If the next token is not an arrow then we can take the last node in the
expressions
list and convert it to a
CallExpression
node. That's quite easy.
On the other hand when next token is
=>
then the
SequenceExpression
is changed to an
ArrowFunctionExpression
with
async: false
. The problem is then that we have to inject a new
ExpressionStatement
with
async
as the only expression.
So far this is the only case where this is true. And the parser is pretty far at this point. I think it supports the desugaring and arrow syntax generically and pretty decently. And of course most of the other stuff. So it's a little surprising that these kinds of edge cases are causing such pains.
The decision tree for the parser when it finds the
async
identifier looks like this:
// parser decision tree based on tokens:
// - `in`: this is `async in y` and is "okay" regardless of newlines
// - `instanceof`: this is `async instanceof y` and is "okay" regardless of newlines
// - newline
// - `function`: ASI after `async` (the function, if valid, will not be considered to be async)
// - ident: ASI after `async`
// - paren open, parsed group
// - newline: this is `async(..)` and the newline is ignored
// - eof: this is `async(..)` and the newline is ignored
// - `=>`: the `async` ident is considered a regular var, ASI must happen, arrow is non-async
// - else: this is `async(..)` and the newline is ignored
// - else: `ASI after `async`
// - `function`: ASI after `async`, must be non-async function
// - ident
// - newline: error (because ASI must occur and `async foo;` is illegal)

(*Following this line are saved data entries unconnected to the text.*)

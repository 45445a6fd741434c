import { describe, it, expect, beforeAll } from 'vitest';
import { mkdtempSync, writeFileSync } from 'node:fs';
import { tmpdir } from 'node:os';
import { join } from 'node:path';
import { runCli } from '../../src/cli/main.ts';
import { memoryIO } from '../../src/cli/io.ts';
import { Rng } from '../../src/util/rng.ts';

let dir: string;
beforeAll(() => {
  // planted two-stage law (invented data for the machinery): y = 2a + 0.1·b³ + N(0, 0.01²); c inert
  dir = mkdtempSync(join(tmpdir(), 'surmise-residual-'));
  const rng = new Rng(31);
  const lines = ['a,b,c,y'];
  for (let i = 0; i < 900; i++) {
    const [a, b, c] = [rng.uniform(0, 2), rng.uniform(0, 2), rng.uniform(0, 2)];
    lines.push([a, b, c, 2 * a + 0.1 * b ** 3 + 0.01 * rng.normal()].map((v) => v.toFixed(6)).join(','));
  }
  writeFileSync(join(dir, 'two.csv'), lines.join('\n') + '\n');
});

const FAST = ['--workers', '0', '--hidden', '16,16', '--epochs', '30', '--seeds', '2', '--method', 'saliency,permutation', '--no-progress'];

describe('surmise residual', () => {
  it('text: the fit, the residual ranking with its noise line, |residual|, and the proposed next term with the fit to try', async () => {
    const io = memoryIO(dir);
    const code = await runCli(['residual', 'two.csv', '--target', 'y', '--terms', 'a', ...FAST], io);
    expect(code, io.err).toBe(0);
    expect(io.out).toMatch(/^surmise residual: y ≈ .*·a on 900 rows of two\.csv/);
    expect(io.out).toContain('ranked against 2 remaining columns: b, c');
    expect(io.out).toMatch(/ {4}1 {2}b +\d\.\d{3} {2}\[\d\.\d{3}, \d\.\d{3}\] +above/);
    expect(io.out).toMatch(/noise level \d\.\d{3} \(probes' upper reference\)/);
    expect(io.out).toContain('|residual| (the size of the error, for bounds)');
    expect(io.out).toMatch(/next term \(search over b; best by selection BIC\): residual ≈ .*b\^3/);
    expect(io.out).toContain('try: surmise fit two.csv --target "y" --terms "a; b^3"');
  }, 180_000);

  it('--json --no-absolute: one object, no absolute ranking; bad options exit 2 naming the option', async () => {
    const io = memoryIO(dir);
    expect(await runCli(['residual', 'two.csv', '--target', 'y', '--terms', 'a', '--json', '--no-absolute', ...FAST, '--seeds', '1', '--epochs', '5', '--method', 'saliency'], io), io.err).toBe(0);
    const j = JSON.parse(io.out);
    expect(j.absolute).toBeNull();
    expect(j.ranking.ranking.map((e: { feature: string }) => e.feature).sort()).toEqual(['b', 'c']);
    expect(j.fit.terms.map((t: { term: string }) => t.term)).toEqual(['1', 'a']);
    const cases: Array<[string[], RegExp]> = [
      [['--max-terms', '4'], /expected --max-terms to be at most 3 \(its ceiling\), got 4/],
      [['--probes', '99'], /expected --probes to be at most 50 \(its ceiling\), got 99/],
      [['--from', 'a,,b'], /--from a,,b: expected comma-separated entries with none empty/], // the options table's wording for every list flag
      [['--powers', '3..1'], /--powers 3\.\.1: the lower end 3 exceeds the upper end 1/],
    ];
    for (const [args, re] of cases) {
      const e = memoryIO(dir);
      expect(await runCli(['residual', 'two.csv', '--target', 'y', '--terms', 'a', ...args], e), args.join(' ')).toBe(2);
      expect(e.err, args.join(' ')).toMatch(re);
      expect(e.err.split('\n')).toHaveLength(2);
    }
  }, 180_000);
});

// - `=>`: arrow function without parenthesis
// - else: error (because `async foo;` is illegal)
// - paren open, parsed group
// - newline: this is `async(..)`, if the arrow shows up after this group then that's an error
// - arrow: async arrow
// - else: `async(..)`
// - else: `async` as a var name
Okay enough rambling about stuff I can't properly explain. Hope you enjoyed it, anyways.